Table of Contents
Escalation of the Iran-Israel Conflict: Market Implications
The recent intensification of the Iran-Israel conflict over the past few days has captured global attention, with both nations amplifying their military operations. This escalation has triggered a surge in oil and gold prices, driven by concerns of interrupted Iranian energy production and a heightened demand for safe investments. Despite this, the S&P/ASX 200 index displayed relative stability on Monday.
The Australian sharemarket’s steadiness contrasts sharply with the international anxiety surrounding the conflict, which raises fears of a prolonged regional war. Global bodies, including the UN, G7 leaders, and French President Emmanuel Macron, have called for restraint, while Russia has condemned Israel’s military actions as violations of international law.
Iran’s Supreme Leader Ayatollah Ali Khamenei has promised a "harsh response" alongside military leaders’ pledges of ongoing retaliation. Israeli Prime Minister Benjamin Netanyahu has characterised the military response as crucial for the preservation of Israel, alluding to the potential for regime change in Iran.
Historical Context: Market Reactions to Geopolitical Tensions
The historical performance of the S&P/ASX 200 during significant geopolitical events reveals a tendency for short-term dips followed by a market recovery within a month. Research shows that while such conflicts often trigger immediate downward pressure on equities, the long-term impact is typically minimal.
Economic State Matters
The influence of the broader economic context on post-conflict returns is substantial. Out of ten major conflicts analysed, three coincided with recessions or triggered economic downturns:
-
The Iraq-Kuwait War (1990): Oil prices soared from US$15 to US$40, leading to an economic contraction of 1.5% and unemployment peaking at 7.8% in 1992.
-
September 11 Attacks (2001): This event worsened the existing dot-com recession, exacerbating economic challenges.
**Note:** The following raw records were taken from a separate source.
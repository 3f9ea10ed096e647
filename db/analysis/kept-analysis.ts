import type { Handle } from "../database";
import { analysisRow } from "./analysis.table";

/**
 * Results by the hash of their inputs, as JSON text that the caller parses. A cache and nothing more: rows may
 * vanish at any time, and a result of another version of the library is not given back.
 */

/** `last_used_at` is written at most this often. */
const USED_EVERY_MS = 3600 * 1000;

export interface AnalysisKey {
  readonly hash: string;
  readonly kind: string;
  readonly coreVersion: string;
}

export async function findAnalysis(
  db: Handle,
  key: AnalysisKey,
  now = new Date(),
): Promise<string | undefined> {
  const found = await findAnalyses(db, key, [key.hash], now);
  return found.get(key.hash);
}

const HASHES_PER_STATEMENT = 500;

/** Many results of one kind at once, by hash; those not kept are missing from the map. */
export async function findAnalyses(
  db: Handle,
  { kind, coreVersion }: Omit<AnalysisKey, "hash">,
  hashes: readonly string[],
  now = new Date(),
): Promise<Map<string, string>> {
  const found = new Map<string, string>();
  const stale: string[] = [];
  for (let start = 0; start < hashes.length; start += HASHES_PER_STATEMENT) {
    const rows = await db
      .selectFrom("analysis")
      .selectAll()
      .where("hash", "in", hashes.slice(start, start + HASHES_PER_STATEMENT))
      .where("kind", "=", kind)
      .where("core_version", "=", coreVersion)
      .execute();
    for (const row of rows.map((one) => analysisRow.parse(one))) {
      found.set(row.hash, row.json);
      if (now.getTime() - Date.parse(row.last_used_at) > USED_EVERY_MS) stale.push(row.hash);
    }
  }
  for (let start = 0; start < stale.length; start += HASHES_PER_STATEMENT) {
    await db
      .updateTable("analysis")
      .set({ last_used_at: now.toISOString() })
      .where("hash", "in", stale.slice(start, start + HASHES_PER_STATEMENT))
      .execute();
  }
  return found;
}

export async function keepAnalysis(
  db: Handle,
  key: AnalysisKey,
  json: string,
  now = new Date(),
): Promise<void> {
  await db
    .replaceInto("analysis")
    .values({
      hash: key.hash,
      kind: key.kind,
      core_version: key.coreVersion,
      json,
      bytes: Buffer.byteLength(json),
      last_used_at: now.toISOString(),
    })
    .execute();
}

/** Removes the results least lately used until at most `keepBytes` are left; gives how many went. */
export async function pruneAnalyses(db: Handle, keepBytes: number): Promise<number> {
  const rows = await db
    .selectFrom("analysis")
    .select(["hash", "bytes"])
    .orderBy("last_used_at", "desc")
    .orderBy("hash")
    .execute();
  let kept = 0;
  const surplus = rows.filter((row) => {
    kept += row.bytes;
    return kept > keepBytes;
  });
  for (let start = 0; start < surplus.length; start += HASHES_PER_STATEMENT) {
    const hashes = surplus.slice(start, start + HASHES_PER_STATEMENT).map((row) => row.hash);
    await db.deleteFrom("analysis").where("hash", "in", hashes).execute();
  }
  return surplus.length;
}
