import type { MixedRow, Mixing, MixingInput, Solute, Stock } from "./mixing";

/** Small sheets of the bench to test with. */

export function solute(
  name: string,
  molar: number,
  relative = 0,
  species: Solute["species"] = { [name]: 1 },
): Solute {
  return { name, concentration: { value: molar, standardUncertainty: relative * molar }, species };
}

export function stock(name: string, ...solutes: readonly Solute[]): Stock {
  return { kind: "stock", name, solutes };
}

export function run(mixing: Mixing, label: string): MixedRow {
  const row = mixing.runs.find((one) => one.label === label);
  if (row?.status !== "mixed") throw new Error(row?.message ?? `no run ${label}`);
  return row;
}

export const dye = stock("dye", solute("D", 25e-6));
export const alkali = stock("alkali", solute("NaOH", 0.2, 0, { "Na+": 1, "OH-": 1 }));

/** Two stocks of one solute, a chain, devices in steps, runs and marks. */
export const chained: MixingInput = {
  devices: [
    { name: "pipette", relative: 0.004 },
    { name: "flask", relative: 0.002 },
  ],
  solutions: [
    stock("A", solute("A", 0.1, 0.01)),
    stock("B", solute("B", 0.5, 0.015), solute("salt", 1, 0.02, { "K+": 1, "Cl-": 1 })),
    {
      kind: "mixture",
      name: "A/10",
      portions: [{ solution: "A", volume: 10, standardUncertainty: 0.03, device: "pipette" }],
      total: { kind: "mark", volume: 100, standardUncertainty: 0.1, device: "flask" },
    },
  ],
  runs: [
    {
      label: "R01",
      portions: [
        { solution: "A", volume: 2, standardUncertainty: 0.01, device: "pipette" },
        { solution: "B", volume: 3, standardUncertainty: 0.01, device: "pipette" },
        { solution: null, volume: 5, standardUncertainty: 0.02 },
      ],
      total: { kind: "sum" },
    },
    {
      label: "R02",
      portions: [
        { solution: "A/10", volume: 4, standardUncertainty: 0.012, device: "pipette" },
        { solution: "A", volume: 1, standardUncertainty: 0.01 },
        { solution: "B", volume: 2, standardUncertainty: 0.01, device: "pipette" },
      ],
      total: { kind: "mark", volume: 25, standardUncertainty: 0.03, device: "flask" },
    },
  ],
};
- The Iranian airstrike (2020): Although not occurring during a recession, it preceded the economic disruption wrought by the pandemic.
When the US economy is in recession, the ASX 200 tends to show negative average forward returns. In contrast, periods of economic growth generally correlate with strong positive returns.
Current Risks and Market Outlook
While historical patterns suggest that geopolitical tensions typically subside after a month, the current situation poses unique challenges. The apparent unwillingness of both Iran and Israel to de-escalate has raised the spectre of a wider regional conflict, with the potential involvement of the US and other global powers.
In recent trading sessions, oil prices have surged by about 12%, with Brent crude nearing US$74.70 per barrel—the highest level since late February. This price increase comes at a critical time as inflation rates are returning to central bank targets of 2-3%. A significant rise in oil prices could impact consumer inflation and compel central banks to revisit their easing plans, thus highlighting the conflict’s implications for monetary policy.
This escalation occurs as the ASX 200 has recently experienced a substantial V-shaped recovery of approximately 17% from the lows following Liberation Day and is now trading at unprecedented levels, which may make the market susceptible to corrections or profit-taking.
Recent history offers insight into potential outcomes. Nine months ago, a similar escalation unfolded between Iran and Israel. Although it initially hampered market performance and raised the S&P 500 VIX from 15 to the low 20s, the adverse effects were temporary, aligning with historical observations. By November, the turmoil had largely dissipated.
Conclusion: Navigating Geopolitical Challenges
In summary, each geopolitical event warrants due respect and vigilance from investors. However, historical trends suggest that market overreactions may present opportunities for those with a long-term investment perspective. The resilience of the ASX 200 amid current geopolitical tensions provides a glimmer of hope for investors, but the evolving situation necessitates careful consideration of both immediate risks and historical precedents.